Na cimeira luso-espanhola da Figueira da Foz escolheu-se o modelo “Pi” deitado. Esta opção permite uma ligação rápida entre Lisboa e Porto e três entradas em Espanha: por Badajoz, por Salamanca e por Vigo. A futura rede de Alta Velocidade (AV) e Velocidade Elevada (VE), em bitola europeia, deverá permitir a ligação entre os diferentes sistemas ferroviários da EU, circulando os comboios em AV, de velocidade máxima 350km/h, e em VE, de velocidade máxima 250km/h. Os comboios de AV farão a ligação entre os terminais mais distantes das linhas, sem paragens, ou com escala nas cidades mais importantes. Os comboios chamados AV Regional farão a ligação entre os pontos intermédios ou destes aos grandes centros urbanos.
O jornalista Carlos Cipriano, especialista em assuntos ferroviários, discorda do modelo do “Pi” deitado. Cipriano defende que o modelo mais adequado é o modelo em “L”, pois acredita que os factores económicos impossibilitarão a construção da linha que ligará Aveiro a Vilar Formoso, deixando assim isolado o Porto. Com este modelo, os utentes portuenses que queiram ir para Madrid têm de passar por Lisboa.

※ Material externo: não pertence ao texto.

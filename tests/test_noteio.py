"""Tests of takescribe.export.noteio: MAPS-style note lists and the read_notes dispatcher.

The MAPS layout (header ``OnsetTime OffsetTime MidiPitch``, one note per line,
seconds and MIDI numbers) is that of the MAPS dataset (Emiya et al., IEEE TASLP
2010); mir_eval.io.load_valued_intervals reads the same columns and is used
below as an outside reader of what we write.
"""

from __future__ import annotations

import tempfile
from pathlib import Path

import mir_eval
import numpy as np
import pytest
from hypothesis import HealthCheck, given, settings
from hypothesis import strategies as st

from takescribe.errors import InputError, NoteListError, OutputError
from takescribe.export.midi import MidiTrack, write_midi
from takescribe.export.noteio import format_maps, parse_maps, read_maps, read_notes, write_maps
from takescribe.notes import Note, sort_notes

MAPS_EXAMPLE = "OnsetTime\tOffsetTime\tMidiPitch\n0.500000\t1.250000\t60\n1.000000\t1.500000\t64\n"


def random_notes(seed: int, n: int = 200) -> list[Note]:
    rng = np.random.default_rng(seed)
    onsets = rng.uniform(0, 120, n)
    durations = rng.uniform(0.002, 3.0, n)
    return [Note(float(a), float(a + d), int(p)) for a, d, p in zip(onsets, durations, rng.integers(21, 109, n))]


def test_round_trip_to_1ms(tmp_path):
    for seed in range(5):
        notes = random_notes(seed)
        path = write_maps(notes, tmp_path / f"notes{seed}.txt")
        back = read_maps(path)
        expected = sort_notes(notes)
        assert [n.pitch for n in back] == [n.pitch for n in expected]
        np.testing.assert_allclose([n.onset for n in back], [n.onset for n in expected], rtol=0, atol=1e-3)
        np.testing.assert_allclose([n.offset for n in back], [n.offset for n in expected], rtol=0, atol=1e-3)


def test_written_file_layout_and_outside_reader(tmp_path):
    path = write_maps([Note(1.0, 1.5, 64), Note(0.5, 1.25, 60)], tmp_path / "a.txt")
    assert path.read_text(encoding="utf-8") == MAPS_EXAMPLE
    # mir_eval's reader of (onset, offset, value) text, skipping our header line
    body = tmp_path / "body.txt"
    body.write_text("".join(MAPS_EXAMPLE.splitlines(keepends=True)[1:]))
    intervals, values = mir_eval.io.load_valued_intervals(str(body))
    np.testing.assert_array_equal(intervals, [[0.5, 1.25], [1.0, 1.5]])
    np.testing.assert_array_equal(values, [60, 64])


def test_refuses_overwrite_without_force(tmp_path):
    path = write_maps([Note(0.0, 1.0, 60)], tmp_path / "a.txt")
    with pytest.raises(OutputError, match="already exists"):
        write_maps([Note(0.0, 2.0, 60)], path)
    write_maps([Note(0.0, 2.0, 60)], path, force=True)
    assert read_maps(path) == [Note(0.0, 2.0, 60)]


def test_tolerant_reading():
    text = (
        "\ufeffOnsetTime OffsetTime MidiPitch extra\r\n"
        "\r\n"
        "0.5  1.25\t60\t0.8\t(comment column)\r\n"
        "# a comment line\r\n"
        "1,1.5,64\r"
        "2.0\t2.5\t67.0\n"
        "\n"
    )
    assert parse_maps(text) == [Note(0.5, 1.25, 60), Note(1.0, 1.5, 64), Note(2.0, 2.5, 67)]
    assert parse_maps("0.5\t1.0\t60\n") == [Note(0.5, 1.0, 60)]  # no header
    assert parse_maps("OnsetTime\tOffsetTime\tMidiPitch\n") == []


@pytest.mark.parametrize(
    ("text", "message"),
    [
        ("OnsetTime\tOffsetTime\tMidiPitch\n0.5\t1.0\n", "line 2: expected 3 columns"),
        ("h\n0.5\t1.0\t60\n0.5\tx\t60\n", "line 3: OffsetTime 'x' is not a number"),
        ("h\n\n1.0\t0.5\t60\n", "line 3: OffsetTime 0.5 is not after OnsetTime 1.0"),
        ("h\n0.5\t1.0\t60.5\n", "line 2: MidiPitch must be a whole number"),
        ("h\n0.5\t1.0\t440\n", "line 2: MidiPitch.*looks like Hz"),
        ("h\n-0.5\t1.0\t60\n", "line 2: OnsetTime -0.5 is negative"),
        ("h\n0.5\tinf\t60\n", "line 2: OffsetTime must be finite"),
        ("h\nOnsetTime\tOffsetTime\tMidiPitch\n", "line 2: OnsetTime 'OnsetTime' is not a number"),
    ],
)
def test_errors_name_file_and_line(text, message):
    with pytest.raises(NoteListError, match=f"notes.txt, {message}"):
        parse_maps(text, source="notes.txt")


def test_read_errors_name_the_file(tmp_path):
    with pytest.raises(NoteListError, match="missing.txt: no such note list"):
        read_maps(tmp_path / "missing.txt")
    binary = tmp_path / "binary.txt"
    binary.write_bytes(b"\xff\xfe\x00\x01")
    with pytest.raises(NoteListError, match="binary.txt: not UTF-8 text"):
        read_maps(binary)
    bad = tmp_path / "bad.csv"
    bad.write_text("onset,offset,pitch\n0.1,0.2,60\n0.3,oops,61\n")
    with pytest.raises(NoteListError, match="bad.csv, line 3"):
        read_notes(bad)


FUZZ_DIR = Path(tempfile.mkdtemp(prefix="takescribe-fuzz-"))

number_text = st.one_of(
    st.floats(allow_nan=True, allow_infinity=True).map(repr),
    st.integers(-200, 300).map(str),
    st.sampled_from(["", "nan", "-0", "1e400", "60.0", "0x10", "1_0", "OnsetTime"]),
)
line_text = st.lists(number_text, min_size=0, max_size=5).flatmap(
    lambda fields: st.sampled_from(["\t", " ", ",", " , "]).map(lambda sep: sep.join(fields))
)
maps_like = st.lists(st.one_of(line_text, st.text(max_size=20)), max_size=8).flatmap(
    lambda lines: st.sampled_from(["\n", "\r\n", "\r"]).map(lambda end: end.join(lines))
)


def check_outcome(path: Path) -> None:
    try:
        notes = read_maps(path)
    except NoteListError as exc:
        assert str(path) in str(exc)
        return
    assert isinstance(notes, list) and all(isinstance(n, Note) for n in notes)


@settings(max_examples=500, derandomize=True, deadline=None, suppress_health_check=[HealthCheck.too_slow])
@given(text=st.one_of(st.text(), maps_like))
def test_fuzz_text_gives_notes_or_note_list_error(text):
    path = FUZZ_DIR / "fuzz.txt"
    path.write_bytes(text.encode("utf-8", "surrogatepass"))
    check_outcome(path)


@settings(max_examples=200, derandomize=True, deadline=None)
@given(data=st.binary(max_size=200))
def test_fuzz_bytes_gives_notes_or_note_list_error(data):
    path = FUZZ_DIR / "fuzz.tsv"
    path.write_bytes(data)
    check_outcome(path)


@settings(max_examples=150, derandomize=True, deadline=None)
@given(
    notes=st.lists(
        st.tuples(
            st.floats(0, 1e4, allow_nan=False), st.floats(0.001, 100, allow_nan=False), st.integers(0, 127)
        ).map(lambda t: Note(t[0], t[0] + t[1], t[2])),
        max_size=20,
    )
)
def test_round_trip_property(notes):
    back = parse_maps(format_maps(notes))
    expected = sort_notes(notes)
    assert [n.pitch for n in back] == [n.pitch for n in expected]
    assert all(abs(a.onset - b.onset) <= 1e-3 and abs(a.offset - b.offset) <= 1e-3 for a, b in zip(back, expected))


def test_read_notes_dispatch(tmp_path):
    notes = [Note(0.0, 0.5, 60, 100), Note(0.5, 1.0, 62, 90)]
    text = write_maps(notes, tmp_path / "n.tsv")
    assert read_notes(text) == [Note(0.0, 0.5, 60), Note(0.5, 1.0, 62)]  # MAPS has no velocity
    midi = write_midi(tmp_path / "n.mid", [MidiTrack("melody", notes)])
    assert read_notes(midi) == notes
    assert read_notes(midi, part="melody") == [Note(0.0, 0.5, 60), Note(0.5, 1.0, 62)]
    with pytest.raises(NoteListError, match=r"n.wav: unknown note-list format \.wav"):
        read_notes(tmp_path / "n.wav")
    with pytest.raises(InputError, match="no parts"):
        read_notes(text, part="melody")


def test_read_notes_musicxml():
    from music21 import corpus

    from takescribe.reference.part import load_reference

    # music21's bundled corpus: Bach chorale BWV 66.6, soprano part
    path = Path(str(corpus.getWork("bach/bwv66.6")))
    notes = read_notes(path, part="Soprano")
    assert notes == load_reference(path, part="Soprano").to_notes()
    soprano = corpus.parse("bach/bwv66.6").parts[0].flatten().notes
    # every written soprano note is there, as music21 reads it (ties merged by the reader)
    assert {n.pitch for n in notes} == {p.midi for n in soprano for p in n.pitches}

Mário Lino afirmou porém que “as ligações não prioritárias não estão em risco. O que temos de fazer é ver quais são as características que essas linhas têm de ter para se adaptarem à procura”.

Datas a cumprir

Na cimeira luso-espanhola da Figueira da Foz, em 2003, decidiu-se a construção de quatro linhas em Portugal: Lisboa – Madrid em alta velocidade (AV) e Porto – Vigo, Aveiro – Salamanca e Faro – Huelva em velocidade elevada (VE). Já em Novembro deste ano, na cimeira de Évora, o primeiro-ministro José Sócrates comprometeu-se em construir as mesmas quatro linhas, mas alargou as metas antes definidas, alegando serem “irrealistas”.
Espanha já começou neste mês a adjudicar os contratos da construção da linha Madrid – Badajoz, que depois deverá continuar no sentido Badajoz e prolongar-se até Lisboa. Está previsto um atraso também do lado espanhol, devendo este troço estar acabado só em 2013, também, tal como o troço português.
“O prazo de 2013 poderia ser acelerado se Portugal tivesse condições financeiras mais folgadas. São datas perfeitamente ao nosso alcance, para desenvolver o projecto com rigor, transparência, com concursos públicos claros, que mobilizem o sector produtivo português”, reitera o Ministro das Obras Públicas, Transportes e Comunicações.